> _YOUR TASK_
From the line below that contains "from sitescreen.climate import" to the line that contains "0.0, rows *", repeat every line exactly, both ends included, and nothing else.

TASK DATA: Begin

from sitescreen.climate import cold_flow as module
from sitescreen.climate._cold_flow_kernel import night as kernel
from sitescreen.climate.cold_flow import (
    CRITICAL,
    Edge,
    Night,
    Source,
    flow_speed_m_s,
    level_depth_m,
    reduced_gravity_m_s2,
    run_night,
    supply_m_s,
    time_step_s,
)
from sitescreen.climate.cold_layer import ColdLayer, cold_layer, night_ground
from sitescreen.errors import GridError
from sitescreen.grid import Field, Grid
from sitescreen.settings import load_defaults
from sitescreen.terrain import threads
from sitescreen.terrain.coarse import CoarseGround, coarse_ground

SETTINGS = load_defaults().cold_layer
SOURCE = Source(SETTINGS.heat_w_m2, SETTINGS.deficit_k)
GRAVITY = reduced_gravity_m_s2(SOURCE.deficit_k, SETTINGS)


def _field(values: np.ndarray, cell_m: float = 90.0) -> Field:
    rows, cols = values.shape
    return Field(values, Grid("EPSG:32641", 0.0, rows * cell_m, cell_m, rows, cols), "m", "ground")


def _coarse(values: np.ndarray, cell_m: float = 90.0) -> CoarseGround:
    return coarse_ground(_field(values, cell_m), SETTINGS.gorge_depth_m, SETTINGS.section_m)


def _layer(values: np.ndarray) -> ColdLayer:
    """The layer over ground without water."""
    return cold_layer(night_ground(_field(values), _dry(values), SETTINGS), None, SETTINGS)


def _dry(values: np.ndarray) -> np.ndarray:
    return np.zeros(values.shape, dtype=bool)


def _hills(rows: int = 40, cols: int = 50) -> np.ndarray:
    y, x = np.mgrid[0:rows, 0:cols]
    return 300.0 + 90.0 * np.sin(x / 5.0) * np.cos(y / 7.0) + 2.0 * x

TASK DATA: End
TASK DATA: Begin

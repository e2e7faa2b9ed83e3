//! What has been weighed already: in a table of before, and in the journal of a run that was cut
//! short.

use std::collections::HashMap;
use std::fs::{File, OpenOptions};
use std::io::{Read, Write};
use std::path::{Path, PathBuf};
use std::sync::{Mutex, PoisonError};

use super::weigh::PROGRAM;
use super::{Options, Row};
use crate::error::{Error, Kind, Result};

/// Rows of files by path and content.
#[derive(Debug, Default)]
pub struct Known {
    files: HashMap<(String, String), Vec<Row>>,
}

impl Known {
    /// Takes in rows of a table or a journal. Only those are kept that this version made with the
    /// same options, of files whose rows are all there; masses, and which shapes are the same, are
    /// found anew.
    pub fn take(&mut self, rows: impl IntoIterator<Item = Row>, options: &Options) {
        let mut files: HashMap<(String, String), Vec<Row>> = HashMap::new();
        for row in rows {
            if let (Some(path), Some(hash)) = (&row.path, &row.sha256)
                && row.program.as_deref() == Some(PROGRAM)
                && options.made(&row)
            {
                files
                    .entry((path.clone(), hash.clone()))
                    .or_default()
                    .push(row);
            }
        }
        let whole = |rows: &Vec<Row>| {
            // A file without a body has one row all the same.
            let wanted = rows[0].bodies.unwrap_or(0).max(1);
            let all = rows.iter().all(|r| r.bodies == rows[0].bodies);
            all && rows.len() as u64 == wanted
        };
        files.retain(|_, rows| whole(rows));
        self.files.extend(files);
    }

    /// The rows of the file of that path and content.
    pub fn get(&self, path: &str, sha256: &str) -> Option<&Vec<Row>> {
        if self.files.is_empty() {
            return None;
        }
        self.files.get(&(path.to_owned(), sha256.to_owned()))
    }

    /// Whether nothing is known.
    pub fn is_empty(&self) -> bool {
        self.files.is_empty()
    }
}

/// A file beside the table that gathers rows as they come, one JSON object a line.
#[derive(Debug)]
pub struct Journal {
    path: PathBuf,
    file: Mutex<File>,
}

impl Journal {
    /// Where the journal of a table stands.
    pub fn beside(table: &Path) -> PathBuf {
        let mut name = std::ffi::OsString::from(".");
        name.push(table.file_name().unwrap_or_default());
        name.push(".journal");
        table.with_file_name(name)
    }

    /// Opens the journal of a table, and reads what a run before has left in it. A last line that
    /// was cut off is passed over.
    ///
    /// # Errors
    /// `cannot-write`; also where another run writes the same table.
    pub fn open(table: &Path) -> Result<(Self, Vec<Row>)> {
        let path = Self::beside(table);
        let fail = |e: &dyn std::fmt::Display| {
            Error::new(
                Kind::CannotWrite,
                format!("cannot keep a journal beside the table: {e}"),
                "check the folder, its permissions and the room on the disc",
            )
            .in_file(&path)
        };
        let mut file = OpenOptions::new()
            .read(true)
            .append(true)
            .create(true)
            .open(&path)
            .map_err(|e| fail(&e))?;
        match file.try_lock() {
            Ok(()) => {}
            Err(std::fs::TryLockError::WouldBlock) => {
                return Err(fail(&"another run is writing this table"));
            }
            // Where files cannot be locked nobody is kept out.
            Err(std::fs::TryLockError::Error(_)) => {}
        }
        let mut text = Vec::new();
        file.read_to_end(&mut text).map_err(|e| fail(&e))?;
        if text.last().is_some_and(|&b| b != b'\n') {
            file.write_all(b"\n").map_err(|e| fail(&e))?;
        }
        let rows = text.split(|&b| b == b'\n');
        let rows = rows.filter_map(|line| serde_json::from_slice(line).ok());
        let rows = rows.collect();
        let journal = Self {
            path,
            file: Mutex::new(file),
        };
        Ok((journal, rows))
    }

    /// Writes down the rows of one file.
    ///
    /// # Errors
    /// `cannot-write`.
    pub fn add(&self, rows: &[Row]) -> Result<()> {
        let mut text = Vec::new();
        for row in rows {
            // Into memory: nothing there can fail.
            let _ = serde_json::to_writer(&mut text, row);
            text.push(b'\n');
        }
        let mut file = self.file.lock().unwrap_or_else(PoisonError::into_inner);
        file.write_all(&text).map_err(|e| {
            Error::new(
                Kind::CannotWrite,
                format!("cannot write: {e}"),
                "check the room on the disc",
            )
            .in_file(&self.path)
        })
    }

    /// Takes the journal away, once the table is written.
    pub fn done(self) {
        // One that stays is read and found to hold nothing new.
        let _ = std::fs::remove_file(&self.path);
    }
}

TASK DATA: End
TASK DATA: Begin

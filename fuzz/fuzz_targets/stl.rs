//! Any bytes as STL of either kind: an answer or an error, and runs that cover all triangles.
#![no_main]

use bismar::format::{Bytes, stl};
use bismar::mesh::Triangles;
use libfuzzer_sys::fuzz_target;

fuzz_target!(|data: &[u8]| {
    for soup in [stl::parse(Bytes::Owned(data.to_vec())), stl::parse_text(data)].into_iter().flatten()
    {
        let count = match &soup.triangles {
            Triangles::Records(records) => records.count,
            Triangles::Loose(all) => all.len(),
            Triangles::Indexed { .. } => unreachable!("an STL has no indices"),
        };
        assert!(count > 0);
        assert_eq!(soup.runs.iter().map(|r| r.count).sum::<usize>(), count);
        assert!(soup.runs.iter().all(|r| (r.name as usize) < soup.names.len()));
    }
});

TASK DATA: End

> _SOLUTION TO THIS EXERCISE_
from sitescreen.climate import cold_flow as module
from sitescreen.climate._cold_flow_kernel import night as kernel
from sitescreen.climate.cold_flow import (
    CRITICAL,
    Edge,
    Night,
    Source,
    flow_speed_m_s,
    level_depth_m,
    reduced_gravity_m_s2,
    run_night,
    supply_m_s,
    time_step_s,
)
from sitescreen.climate.cold_layer import ColdLayer, cold_layer, night_ground
from sitescreen.errors import GridError
from sitescreen.grid import Field, Grid
from sitescreen.settings import load_defaults
from sitescreen.terrain import threads
from sitescreen.terrain.coarse import CoarseGround, coarse_ground

SETTINGS = load_defaults().cold_layer
SOURCE = Source(SETTINGS.heat_w_m2, SETTINGS.deficit_k)
GRAVITY = reduced_gravity_m_s2(SOURCE.deficit_k, SETTINGS)


def _field(values: np.ndarray, cell_m: float = 90.0) -> Field:
    rows, cols = values.shape
    return Field(values, Grid("EPSG:32641", 0.0, rows * cell_m, cell_m, rows, cols), "m", "ground")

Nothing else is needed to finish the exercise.